* **Work to complete**
State how many lines of the data below hold the string "unsubscribed", giving nothing but the number.

═════ Data for review ═════

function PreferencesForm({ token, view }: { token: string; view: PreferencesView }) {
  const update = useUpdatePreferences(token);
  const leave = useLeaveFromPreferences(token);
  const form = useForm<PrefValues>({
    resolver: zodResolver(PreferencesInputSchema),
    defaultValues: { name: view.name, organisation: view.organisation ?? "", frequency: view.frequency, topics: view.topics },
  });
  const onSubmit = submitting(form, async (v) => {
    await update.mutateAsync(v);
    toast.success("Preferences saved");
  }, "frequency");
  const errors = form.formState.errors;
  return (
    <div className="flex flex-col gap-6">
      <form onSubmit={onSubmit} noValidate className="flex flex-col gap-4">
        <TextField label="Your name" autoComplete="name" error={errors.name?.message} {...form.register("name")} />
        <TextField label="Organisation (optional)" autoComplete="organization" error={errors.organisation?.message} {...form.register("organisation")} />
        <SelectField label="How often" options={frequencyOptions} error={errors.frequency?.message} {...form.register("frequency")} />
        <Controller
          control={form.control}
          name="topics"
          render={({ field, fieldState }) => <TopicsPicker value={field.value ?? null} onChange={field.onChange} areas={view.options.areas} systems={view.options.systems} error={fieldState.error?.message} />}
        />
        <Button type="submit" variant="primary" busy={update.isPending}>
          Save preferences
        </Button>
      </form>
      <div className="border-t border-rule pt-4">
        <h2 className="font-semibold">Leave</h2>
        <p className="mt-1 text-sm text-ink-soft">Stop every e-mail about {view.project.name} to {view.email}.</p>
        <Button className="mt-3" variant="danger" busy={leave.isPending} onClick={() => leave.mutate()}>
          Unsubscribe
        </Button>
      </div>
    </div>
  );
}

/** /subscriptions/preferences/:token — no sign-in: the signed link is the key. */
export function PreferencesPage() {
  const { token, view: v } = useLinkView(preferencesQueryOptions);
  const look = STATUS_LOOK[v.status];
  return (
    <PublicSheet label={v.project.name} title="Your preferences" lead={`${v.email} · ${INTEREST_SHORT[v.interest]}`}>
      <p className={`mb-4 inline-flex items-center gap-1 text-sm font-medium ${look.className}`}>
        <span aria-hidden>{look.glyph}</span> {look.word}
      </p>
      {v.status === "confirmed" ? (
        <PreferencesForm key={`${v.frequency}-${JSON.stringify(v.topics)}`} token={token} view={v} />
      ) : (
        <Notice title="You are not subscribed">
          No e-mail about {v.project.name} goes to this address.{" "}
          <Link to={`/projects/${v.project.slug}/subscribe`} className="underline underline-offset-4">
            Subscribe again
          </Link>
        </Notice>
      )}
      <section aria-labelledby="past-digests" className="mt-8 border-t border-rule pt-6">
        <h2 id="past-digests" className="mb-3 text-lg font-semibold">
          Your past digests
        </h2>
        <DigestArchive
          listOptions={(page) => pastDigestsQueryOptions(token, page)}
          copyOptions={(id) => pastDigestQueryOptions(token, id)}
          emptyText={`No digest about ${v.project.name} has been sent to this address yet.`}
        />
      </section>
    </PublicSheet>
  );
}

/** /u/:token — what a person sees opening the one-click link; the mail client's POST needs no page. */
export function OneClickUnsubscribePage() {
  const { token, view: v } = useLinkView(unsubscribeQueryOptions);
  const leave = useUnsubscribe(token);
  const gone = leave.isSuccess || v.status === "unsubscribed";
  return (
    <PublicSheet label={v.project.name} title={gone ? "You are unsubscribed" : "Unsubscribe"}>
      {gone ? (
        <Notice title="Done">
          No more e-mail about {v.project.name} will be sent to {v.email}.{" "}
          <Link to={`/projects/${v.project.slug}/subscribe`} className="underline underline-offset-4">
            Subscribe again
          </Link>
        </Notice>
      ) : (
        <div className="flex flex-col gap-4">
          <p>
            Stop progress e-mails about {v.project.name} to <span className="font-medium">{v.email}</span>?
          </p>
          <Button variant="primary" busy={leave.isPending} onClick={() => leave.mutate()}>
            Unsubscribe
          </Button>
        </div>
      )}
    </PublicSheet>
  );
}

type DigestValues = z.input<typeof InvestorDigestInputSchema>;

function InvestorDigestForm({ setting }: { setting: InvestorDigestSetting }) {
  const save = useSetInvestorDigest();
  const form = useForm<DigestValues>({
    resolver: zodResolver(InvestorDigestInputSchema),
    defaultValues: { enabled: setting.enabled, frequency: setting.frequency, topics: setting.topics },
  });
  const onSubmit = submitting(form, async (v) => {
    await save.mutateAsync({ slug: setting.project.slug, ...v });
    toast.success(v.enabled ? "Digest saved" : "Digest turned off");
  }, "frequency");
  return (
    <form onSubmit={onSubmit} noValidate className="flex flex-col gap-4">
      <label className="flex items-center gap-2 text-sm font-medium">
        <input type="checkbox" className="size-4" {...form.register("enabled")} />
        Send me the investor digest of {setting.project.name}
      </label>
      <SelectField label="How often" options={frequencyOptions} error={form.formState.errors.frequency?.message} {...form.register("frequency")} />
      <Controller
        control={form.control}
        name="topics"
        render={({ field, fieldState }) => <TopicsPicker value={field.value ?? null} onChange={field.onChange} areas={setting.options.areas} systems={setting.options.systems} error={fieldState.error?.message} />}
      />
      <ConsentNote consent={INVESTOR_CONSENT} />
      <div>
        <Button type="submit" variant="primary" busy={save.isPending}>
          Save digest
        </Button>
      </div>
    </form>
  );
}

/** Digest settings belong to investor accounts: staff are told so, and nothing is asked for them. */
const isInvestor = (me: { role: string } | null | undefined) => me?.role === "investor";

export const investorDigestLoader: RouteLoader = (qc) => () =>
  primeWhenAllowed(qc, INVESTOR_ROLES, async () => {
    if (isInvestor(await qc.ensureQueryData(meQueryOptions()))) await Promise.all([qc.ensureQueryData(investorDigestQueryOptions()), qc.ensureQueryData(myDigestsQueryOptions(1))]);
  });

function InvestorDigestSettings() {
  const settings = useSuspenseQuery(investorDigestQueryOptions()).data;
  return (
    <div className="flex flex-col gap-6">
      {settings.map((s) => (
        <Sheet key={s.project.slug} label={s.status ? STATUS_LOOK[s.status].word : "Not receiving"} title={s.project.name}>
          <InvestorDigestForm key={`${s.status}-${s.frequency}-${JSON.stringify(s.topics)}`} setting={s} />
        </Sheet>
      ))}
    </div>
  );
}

═════

* **Exercise response**
2